# Listen to this recording of Don Giovanni



## StevenOBrien (Jun 27, 2011)

Listen listen listen listen listen oh my god listen: 




They actually articulate the five notes in the start of the overture instead of pretending that it's one long note! They play everything at the right tempo! They articulate everything properly! The strings aren't magically louder than everything else in the orchestra and Mozart's carefully balanced orchestration actually makes sense for the first ******* time in 200 years! (Seriously, you can barely hear them scratching away when playing staccatos in piano, it's great!) It's not drenched in reverb! The orchestra pounds away in your ears rather than sounding like it was recorded with a microphone three miles away! A singer accidentally stomping their foot feels like someone kicking you in the head! The serenade sounds lilting! The continuo glues the orchestra together. The act 2 finale actually sounds like someone being dragged to hell instead of a Sunday morning mass!

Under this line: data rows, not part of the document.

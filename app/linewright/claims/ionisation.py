"""Temperature and electron pressure together, from excitation and ionisation of all species.

Lines of all species stand on one curve of growth, as in ``growth.py``, but the species' levels
are not free: Boltzmann and Saha give them from the temperature, the electron pressure and the
abundances. So lines of one element in two stages, and of elements that stand 10 to 20 eV apart,
count as excitation does. What abundances, departures from LTE and log gf scales may add is fitted
along with a prior: an offset for each element and for each species (heavy-tailed, so that a
peculiar star's elements are let go), and a drift of log gf with excitation within species.

The layer is the one in which the cores of lines form, or, where lines are broader than they are
by themselves, the deeper one of their whole absorption: temperature and pressure are of that
layer, not the effective ones.
"""

from __future__ import annotations

from dataclasses import dataclass, replace

import numpy as np

from ..lines.levels import ion_fractions_all, log_partition_all
from ..lines.species import parse_species
from .growth import (
    CLUSTER, CUT, DEGREE, LEAST_LINES, STEP, THETA_K, CleanLines, Regression, left_over, place, powers,
)  # fmt: skip
from .temperature import COOLEST, HOTTEST, electron_pressure

ELEMENT, STAGE = 0.15, 0.15  # dex: of abundances about the star's mean; of LTE, by species
DRIFT = 0.03  # dex per eV: of log gf scales within species (windows of the Sun then agree)
PRESSURE = 1.0  # dex: from dwarfs to giants about a dwarf's usual; common practice, no source
GIVEN_PRESSURE = 0.02  # dex, of one a person gave
FREEDOM = 3.0  # of the offsets' Student t
TURNS, RESCALE = 40, 4
FARTHEST, JUMP = 0.5, 0.1  # in ln T: from the start, and in one turn
DENSEST, THINNEST = 6.0, -5.0  # log10 electron pressure
NEAR = 1e-3  # of the numerical derivatives, in ln T and dex
STRETCHES = 8  # of the jackknife
RIDGE = 1e-9


@dataclass(frozen=True, eq=False)
class Balance:
    """temperature, error: K; log_pe, log_pe_err: log10 electron pressure, dyn cm-2
    slope: d(log_pe)/d(ln T) along which both may move together
    lines: number used; pairs: stages that meet, such as ('Fe I/II', 'Ti I/II')
    """

    temperature: float
    error: float
    log_pe: float
    log_pe_err: float
    slope: float
    lines: int
    pairs: tuple[str, ...]

    def less_sure(self, more: float) -> Balance:
        """The same with ``more`` K of error, in which the pressure shares."""
        rest = self.slope * more / self.temperature
        return replace(
            self,
            error=float(np.hypot(self.error, more)),
            log_pe_err=float(np.hypot(self.log_pe_err, rest)),
        )

    def pressure_at(self, temperature: float, error: float) -> tuple[float, float]:
        """(log_pe, its error) if the temperature is known from more than this (K)."""
        moved = self.slope * np.log(temperature / self.temperature)
        own = self.slope * self.error / self.temperature
        rest = max(self.log_pe_err**2 - own**2, 0.0)
        follows = self.slope * error / temperature
        return self.log_pe + float(moved), float(np.hypot(np.sqrt(rest), follows))


@dataclass(frozen=True, eq=False)
class Gas:
    """Where a fit begins: temperature (K), log_pe or None for a dwarf's, with ``fixed`` if a
    person gave it; level: (92,) log10 abundances by atomic number."""

    temperature: float
    log_pe: float | None
    level: np.ndarray
    fixed: bool = False


def fit_balance(lines: CleanLines, names, gas: Gas) -> Balance | None:
    """Temperature and electron pressure at which lines of all species agree best.

    names: species names by catalogue index. None where lines are too few or no minimum lies
    within FARTHEST of the start.
    """
    lines = lines.take(_known(lines.species, names, gas))
    if len(lines) < LEAST_LINES:
        return None
    model = _Model(lines, names, gas)
    parameters, keep, scatter = _solved(model)
    if not model.inside():
        return None
    variance = _variance(model, parameters, keep, scatter)
    t_err, slope = np.sqrt(variance[0, 0]), variance[0, 1] / variance[0, 0]
    return Balance(
        model.temperature,
        float(model.temperature * t_err),
        model.log_pe,
        float(np.sqrt(variance[1, 1])),
        float(slope),
        int(np.sum(keep > 0)),
        _pairs(model.species),
    )


def _known(species, names, gas: Gas):
    """True for lines of atoms and ions whose abundance and stage are in the tables."""
    level = ion_fractions_all(gas.temperature, 1.0) + log_partition_all(gas.temperature)
    level = level + gas.level[:, None]
    parsed = {i: parse_species(names[i]) for i in np.unique(species)}
    good = [
        i for i, s in parsed.items()
        if s.is_atomic and s.stage <= level.shape[1]
        and np.isfinite(level[s.atomic_number - 1, s.stage - 1])
    ]  # fmt: skip
    return np.isin(species, good)


class _Model(Regression):
    """Columns: ln T, log Pe, drift, zero, elements, species, powers of m, lambda. The first two
    are steps from the present gas, about which Saha and Boltzmann are taken as linear."""

    def __init__(self, lines: CleanLines, names, gas: Gas):
        index, self._which = np.unique(lines.species, return_inverse=True)
        self.species = [parse_species(names[i]) for i in index]
        self.start, self._level = gas, gas.level
        self.temperature = gas.temperature
        self.log_pe = electron_pressure(gas.temperature) if gas.log_pe is None else gas.log_pe
        self._usual = self.log_pe if gas.fixed else None
        elements = np.array([s.atomic_number for s in self.species])
        of = (elements[:, None] == np.unique(elements)).astype(float)
        mean = np.bincount(self._which, lines.e_low) / np.bincount(self._which)
        power = powers(lines)
        self._rest = np.column_stack([
            lines.e_low - mean[self._which], power[:, 0], of[self._which],
            np.eye(len(index))[self._which], power[:, 1:], place(lines),
        ])  # fmt: skip
        offsets = np.concatenate([np.full(of.shape[1], ELEMENT), np.full(len(index), STAGE)])
        pressure = GIVEN_PRESSURE if gas.fixed else PRESSURE
        free = np.full(DEGREE + 1, np.inf)
        self.prior = np.concatenate([[np.inf, pressure, DRIFT, np.inf], offsets, free])
        self.heavy = np.zeros(len(self.prior), dtype=bool)
        self.heavy[4 : 4 + len(offsets)] = True
        super().__init__(lines, None, None, 4 + len(offsets))
        self._linear()

    def _levels(self, temperature: float, log_pe: float):
        """log10(n_ion/n_el) - log10 U + A_el of each species."""
        z = np.array([s.atomic_number - 1 for s in self.species])
        stage = np.array([s.stage - 1 for s in self.species])
        level = ion_fractions_all(temperature, log_pe)[z, stage] + self._level[z]
        return level - log_partition_all(temperature)[z, stage]

    def _linear(self) -> None:
        t, pe, chi = self.temperature, self.log_pe, self.lines.e_low
        by_t = self._levels(t * np.exp(NEAR), pe) - self._levels(t * np.exp(-NEAR), pe)
        by_pe = self._levels(t, pe + NEAR) - self._levels(t, pe - NEAR)
        theta = THETA_K / t
        self.target = self.lines.loggf - theta * chi + self._levels(t, pe)[self._which]
        first = [-theta * chi - by_t[self._which] / (2 * NEAR), -by_pe[self._which] / (2 * NEAR)]
        self.design = np.column_stack([*first, self._rest])

    def first(self):
        """Parameters to begin with: a line of slope 1 through the middle."""
        start = np.zeros(self.design.shape[1])
        start[self.curve.start] = 1.0
        start[3] = np.median(self.target - self.design @ start)
        return start

    def settle(self, parameters):
        """Move the gas by its steps, which then are nothing."""
        low, high = self.start.temperature * np.exp([-FARTHEST, FARTHEST])
        low, high = max(low, COOLEST), min(high, HOTTEST)
        step = float(np.clip(parameters[0], -JUMP, JUMP))
        self.temperature = float(np.clip(self.temperature * np.exp(step), low, high))
        self.log_pe = float(np.clip(self.log_pe + parameters[1], THINNEST, DENSEST))
        parameters[:2] = 0.0
        self._linear()
        return parameters

    def inside(self) -> bool:
        """Whether the gas has come to rest within what is allowed."""
        far = abs(np.log(self.temperature / self.start.temperature)) > FARTHEST - 1e-6
        free = THINNEST < self.log_pe < DENSEST and COOLEST < self.temperature < HOTTEST
        return bool(free and not far)

    def pulled(self, parameters):
        """(pull of each parameter to its prior, that pull's weight)."""
        usual = electron_pressure(self.temperature) if self._usual is None else self._usual
        centre = np.zeros(len(parameters))
        centre[1] = usual - self.log_pe
        pull = (parameters - centre) / self.prior
        return pull, np.where(self.heavy, (FREEDOM + 1) / (FREEDOM + pull**2), 1.0)


def _solved(model: _Model):
    """(parameters, biweights of the lines, scatter of m) by damped Gauss-Newton."""
    parameters, scatter = model.first(), 0.06
    keep = np.ones(len(model.lines))
    for turn in range(TURNS):
        residual, slope = model.residual(parameters)
        pull, by = model.sensitivity(residual, slope, scatter)
        cut = CUT * max(1.0, 1.4826 * float(np.median(np.abs(pull))))
        keep = np.clip(1 - (pull / cut) ** 2, 0.0, 1.0) ** 2
        own, weight = model.pulled(parameters)
        kept = by * keep[:, None]
        slant = pull @ kept + weight * own / model.prior
        step = np.linalg.solve(_bread(model, by, keep, weight), -slant)
        parameters = model.settle(parameters + STEP * step)
        if turn % RESCALE == RESCALE - 1:
            scatter = left_over(model, *model.residual(parameters))
    return parameters, keep, scatter


def _bread(model: _Model, by, keep, weight):
    """Curvature of the posterior."""
    inner = by.T @ (by * keep[:, None]) + np.diag(weight / model.prior**2)
    return inner + RIDGE * np.eye(len(inner))


def _variance(model: _Model, parameters, keep, scatter: float):
    """Covariance (2, 2) of ln T and log Pe: the posterior's, or, where that is larger in T, what
    remains when whole stretches of the spectrum, or all lines from levels so near that they
    share a source of log gf, are left out (one-step jackknife; Liang & Zeger 1986)."""
    residual, slope = model.residual(parameters)
    pull, by = model.sensitivity(residual, slope, scatter)
    weight = model.pulled(parameters)[1]
    cover = np.linalg.inv(_bread(model, by, keep, weight))
    moved = (by * (keep * pull)[:, None]) @ cover[:, :2]
    variance = cover[:2, :2]
    for group in (_stretches(model.lines), _levels_shared(model.lines)):
        number = int(group.max()) + 1
        sums = np.stack([np.bincount(group, moved[:, j], number) for j in (0, 1)], axis=1)
        apart = number / max(number - 1, 1) * sums.T @ sums
        variance = variance * max(1.0, apart[0, 0] / variance[0, 0])
    return variance


def _stretches(lines: CleanLines):
    """Stretch of each line: STRETCHES of equally many along the wavelengths."""
    rank = np.empty(len(lines), dtype=int)
    rank[np.argsort(lines.wave, kind="stable")] = np.arange(len(lines))
    return rank * STRETCHES // len(lines)


def _levels_shared(lines: CleanLines):
    key = np.round(lines.e_low / CLUSTER).astype(np.int64) + 1000 * lines.species.astype(np.int64)
    return np.unique(key, return_inverse=True)[1]


def _pairs(species) -> tuple[str, ...]:
    """Neighbouring stages of one element that are both seen."""
    seen = {(s.element, s.stage): str(s) for s in species}
    return tuple(
        f"{name}/{seen[e, z + 1].split()[1]}"
        for (e, z), name in sorted(seen.items()) if (e, z + 1) in seen
    )  # fmt: skip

(okay, the singing is kind of weak throughout. Don Giovanni is blaring ff throughout La ci darem la mano for some reason, and the tenor can't stay in tune half the time. It's not all perfect, but the freshness of the orchestra is worth the price of admission!)


----------



## Pugg (Aug 8, 2014)

I don't have Spotify, sorry.


----------



## Biffo (Mar 7, 2016)

Mozart may have composed the work with a larger orchestra in mind but for the first performance in Prague he only had 3 first violins, 4 seconds and 2 each of violas, cellos and basses. He had the required number of winds etc and directed from the fortepiano. Silete Venti are presumably trying to recreate this sound. The bizarre phrasing etc must be their own idea, in any case it is appalling. The various links to SV are pretty useless for finding any more information.


----------



## Brahmsianhorn (Feb 17, 2017)

I'm guessing you probably would not be a fan of my favorite recording:


----------



## Pugg (Aug 8, 2014)

or mine; Losey's Don Giovanni (1979)-- Trailer


----------